• _WORK ITEM_
Please report every line of the listing below that has the word "against" in it.

[ENTRIES SUPPLIED]

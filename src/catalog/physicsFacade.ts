/**
 * The physics the pane and the other front ends use directly, re-exported by
 * the catalog: front ends reach src/physics only through src/catalog (the
 * layer rule in eslint.config.mjs), so what they need beyond the catalog's
 * functions is named here, once, rather than imported from the core.
 *
 * @example
 * import { resolveMaterial } from '../../catalog/physicsFacade';
 * resolveMaterial('si').code // → 'Si'
 */
export {
  // Typed dopant and material codes (the certificate's type column).
  readDopant,
  resolveMaterial,
  typedDopantCodes,
  // The temperature ASTM F723 anchors its conversion to (certificate options).
  F723_ANCHOR_TEMPERATURE,
  // The model registry and the core's domain error (the function reference).
  PhysicsDomainError,
  modelInfo,
  type ModelInfo,
} from '../physics';
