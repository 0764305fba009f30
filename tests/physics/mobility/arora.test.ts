import { ARORA_TABLE, aroraMobility, aroraTemperatureRatio } from '../../../src/physics/mobility/arora';

// Shape of the Arora et al. (1982) expressions as implemented; values against
// the paper are in reference/arora-1982.reference.test.ts.
describe('aroraMobility', () => {
  it.each(['electron', 'hole'] as const)('decreases with density and with temperature (%s)', (carrier) => {
    for (const t of [77, 250, 300, 400, 500, 600]) {
      let previous = Infinity;
      for (let e = 10; e <= 21; e += 0.25) {
        const mu = aroraMobility(carrier, 10 ** e, t);
        expect(Number.isFinite(mu) && mu > 0).toBe(true);
        expect(mu).toBeLessThan(previous);
        previous = mu;
      }
    }
    for (const n of [1e14, 1e17, 1e19]) {
      expect(aroraMobility(carrier, n, 400)).toBeLessThan(aroraMobility(carrier, n, 300));
    }
  });

  it.each(['electron', 'hole'] as const)('tends to μmin + μ0·T^b at zero density and to μmin at high density (%s)', (carrier) => {
    const p = ARORA_TABLE[carrier];
    const lattice = p.minimum.value + p.amplitude.value * 300 ** p.amplitude.exponent;
    expect(aroraMobility(carrier, 0, 300)).toBeCloseTo(lattice, 9);
    expect(aroraMobility(carrier, 1e24, 300)).toBeCloseTo(p.minimum.value, 0);
  });
});

describe('aroraTemperatureRatio', () => {
  it('is exactly 1 at 300 K and the ratio of Arora mobilities elsewhere', () => {
    expect(aroraTemperatureRatio('electron', 1e16, 300)).toBe(1);
    const ratio = aroraTemperatureRatio('hole', 1e17, 450);
    expect(ratio).toBeCloseTo(aroraMobility('hole', 1e17, 450) / aroraMobility('hole', 1e17, 300), 14);
  });
});
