/** The namespace every DRIFT function lives under, and names qualified by it. */
import type { FunctionSpec } from './types';

export const NAMESPACE = 'DRIFT';

/**
 * The name a catalog entry has in formulas.
 *
 * @example qualifiedName(RESISTIVITY) // 'DRIFT.RESISTIVITY'
 */
export function qualifiedName(spec: Pick<FunctionSpec, 'name'>): string {
  return `${NAMESPACE}.${spec.name}`;
}
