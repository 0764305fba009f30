import { CAUGHEY_THOMAS_TABLE, caugheyThomasMobility } from '../../../src/physics/mobility/caugheyThomas';

// Shape of the Caughey–Thomas (1967) form as implemented; values against the
// paper are in reference/caughey-thomas-1967.reference.test.ts.
describe('caugheyThomasMobility', () => {
  it.each(['electron', 'hole'] as const)('runs from μmax at N = 0 to μmin at high N, decreasing (%s)', (carrier) => {
    const p = CAUGHEY_THOMAS_TABLE[carrier];
    expect(caugheyThomasMobility(carrier, 0)).toBe(p.maximum);
    expect(caugheyThomasMobility(carrier, 1e26)).toBeCloseTo(p.minimum, 1);
    let previous = Infinity;
    for (let e = 10; e <= 22; e += 0.2) {
      const mu = caugheyThomasMobility(carrier, 10 ** e);
      expect(mu).toBeLessThan(previous);
      previous = mu;
    }
  });

  it('is half-way between μmin and μmax at N = Nref (definition of the form)', () => {
    const p = CAUGHEY_THOMAS_TABLE.electron;
    expect(caugheyThomasMobility('electron', p.referenceDensity)).toBeCloseTo((p.minimum + p.maximum) / 2, 9);
  });
});
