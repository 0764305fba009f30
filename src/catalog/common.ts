/**
 * Parameters that many catalog entries share, defined once so that names,
 * units, defaults and allowed ranges cannot drift apart between functions.
 */
import {
  INTRINSIC_MODEL_CODES,
  MATERIAL_CODES,
  MOBILITY_MODEL_CODES,
  RESISTIVITY_MODEL_CODES,
  dopantCodes,
  carrierFor,
  genericDopant,
  sampleDopants,
  solveEquilibrium,
  resolveDopant,
  resolveMaterial,
  SILICON,
  CARRIER_ROLES,
  type CarrierRole,
  type DopantDensity,
  type Equilibrium,
  type Material,
  type Sample,
} from '../physics';
import { codeParameter, optionalNumber, requiredCode, requiredNumber } from './parameters';

/** Temperatures the core's solvers are built and tested for. */
export const TEMPERATURE_RANGE_K = { min: 20, max: 1000 } as const;
/** Highest dopant density accepted, cm⁻³ (silicon has 5e22 atoms/cm³). */
export const MAX_DENSITY = 1e22;

export const temperature = optionalNumber({
  name: 'temperature_K',
  unit: 'K',
  description: `Lattice temperature in kelvin, ${TEMPERATURE_RANGE_K.min}–${TEMPERATURE_RANGE_K.max} K; blank means 300 K.`,
  defaultValue: 300,
  min: TEMPERATURE_RANGE_K.min,
  max: TEMPERATURE_RANGE_K.max,
});

export const requiredTemperature = requiredNumber({
  name: 'temperature_K',
  unit: 'K',
  description: `Lattice temperature in kelvin, ${TEMPERATURE_RANGE_K.min}–${TEMPERATURE_RANGE_K.max} K.`,
  min: TEMPERATURE_RANGE_K.min,
  max: TEMPERATURE_RANGE_K.max,
});

export const material = codeParameter<Material>({
  name: 'material',
  description: `Semiconductor: ${MATERIAL_CODES.join(', ')}; blank means Si.`,
  choices: () => MATERIAL_CODES,
  defaultCode: 'Si',
  resolve: resolveMaterial,
});

/** Every dopant code any material accepts; the material decides which apply. */
function allDopantCodes(): readonly string[] {
  return dopantCodes(SILICON);
}

export const dopant = requiredCode({
  name: 'dopant',
  description:
    'Dopant element symbol (B, Al, Ga, In acceptors; P, As, Sb donors) or n / p for a generic donor / acceptor. Case-insensitive, except that P is phosphorus and p a generic acceptor.',
  choices: allDopantCodes,
});

export const doping = requiredNumber({
  name: 'doping',
  unit: 'cm⁻³',
  description: `Density of the dopant in cm⁻³, > 0 and ≤ ${MAX_DENSITY}.`,
  min: 0,
  minExclusive: true,
  max: MAX_DENSITY,
});

function densityArgument(name: string, what: string) {
  return requiredNumber({
    name,
    unit: 'cm⁻³',
    description: `${what} in cm⁻³, 0 to ${MAX_DENSITY}.`,
    min: 0,
    max: MAX_DENSITY,
  });
}

export const donors = densityArgument('donors', 'Donor density');
export const acceptors = densityArgument('acceptors', 'Acceptor density');

export const counterDoping = optionalNumber({
  name: 'counter_doping',
  unit: 'cm⁻³',
  description: `Density of the opposite dopant type (compensation) in cm⁻³, 0 to ${MAX_DENSITY}; blank means 0.`,
  defaultValue: 0,
  min: 0,
  max: MAX_DENSITY,
});

export const carrier = codeParameter<CarrierRole>({
  name: 'carrier',
  description: 'Which carrier: majority (the type the dopant supplies), minority, electron or hole; blank means majority.',
  choices: () => CARRIER_ROLES,
  defaultCode: 'majority',
  resolve: (code) => code as CarrierRole,
});

export const mobilityModel = codeParameter<string>({
  name: 'model',
  description: `Mobility model: ${MOBILITY_MODEL_CODES.join(', ')}; blank means ${MOBILITY_MODEL_CODES[0]}.`,
  choices: () => MOBILITY_MODEL_CODES,
  defaultCode: MOBILITY_MODEL_CODES[0],
  resolve: (code) => code,
});

export const resistivityModel = codeParameter<string>({
  name: 'model',
  description: `Model: ${RESISTIVITY_MODEL_CODES.join(', ')}; blank means ${RESISTIVITY_MODEL_CODES[0]}.`,
  choices: () => RESISTIVITY_MODEL_CODES,
  defaultCode: RESISTIVITY_MODEL_CODES[0],
  resolve: (code) => code,
});

export const intrinsicModel = codeParameter<string>({
  name: 'model',
  description: `Intrinsic-density model: ${INTRINSIC_MODEL_CODES.join(', ')}; blank means ${INTRINSIC_MODEL_CODES[0]}.`,
  choices: () => INTRINSIC_MODEL_CODES,
  defaultCode: INTRINSIC_MODEL_CODES[0],
  resolve: (code) => code,
});

export const resistivity = requiredNumber({
  name: 'resistivity',
  unit: 'Ω·cm',
  description: 'Resistivity in Ω·cm, > 0.',
  min: 0,
  minExclusive: true,
});

/** A positive length in µm. */
export function length(name: string, what: string) {
  return requiredNumber({ name, unit: 'µm', description: `${what} in µm, > 0.`, min: 0, minExclusive: true });
}

/** Builds the physics sample for a single-dopant entry with optional counter-doping. */
export function sampleOf(
  materialValue: Material,
  temperatureValue: number,
  dopantCode: string,
  density: number,
  counterDensity: number,
): Sample {
  return {
    material: materialValue,
    temperature: temperatureValue,
    dopant: resolveDopant(materialValue, dopantCode),
    density,
    counterDensity,
  };
}

/** Equilibrium of a sample with donors and acceptors as generic dopants (ELECTRONS, HOLES, FERMILEVEL). */
export function genericEquilibrium(materialValue: Material, temperatureValue: number, donorDensity: number, acceptorDensity: number): Equilibrium {
  const dopants: DopantDensity[] = [
    { dopant: genericDopant(materialValue, 'donor'), density: donorDensity },
    { dopant: genericDopant(materialValue, 'acceptor'), density: acceptorDensity },
  ];
  return solveEquilibrium(materialValue, temperatureValue, dopants);
}

/** Equilibrium density of a sample's majority or minority carriers (MAJORITY, MINORITY). */
export function sampleCarrierDensity(sample: Sample, role: 'majority' | 'minority'): number {
  const state = solveEquilibrium(sample.material, sample.temperature, sampleDopants(sample));
  return carrierFor(sample.dopant, role) === 'electron' ? state.electrons : state.holes;
}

[/ENTRIES SUPPLIED]

• _ANSWER SECTION_
// Shape of the Arora et al. (1982) expressions as implemented; values against
// Shape of the Caughey–Thomas (1967) form as implemented; values against the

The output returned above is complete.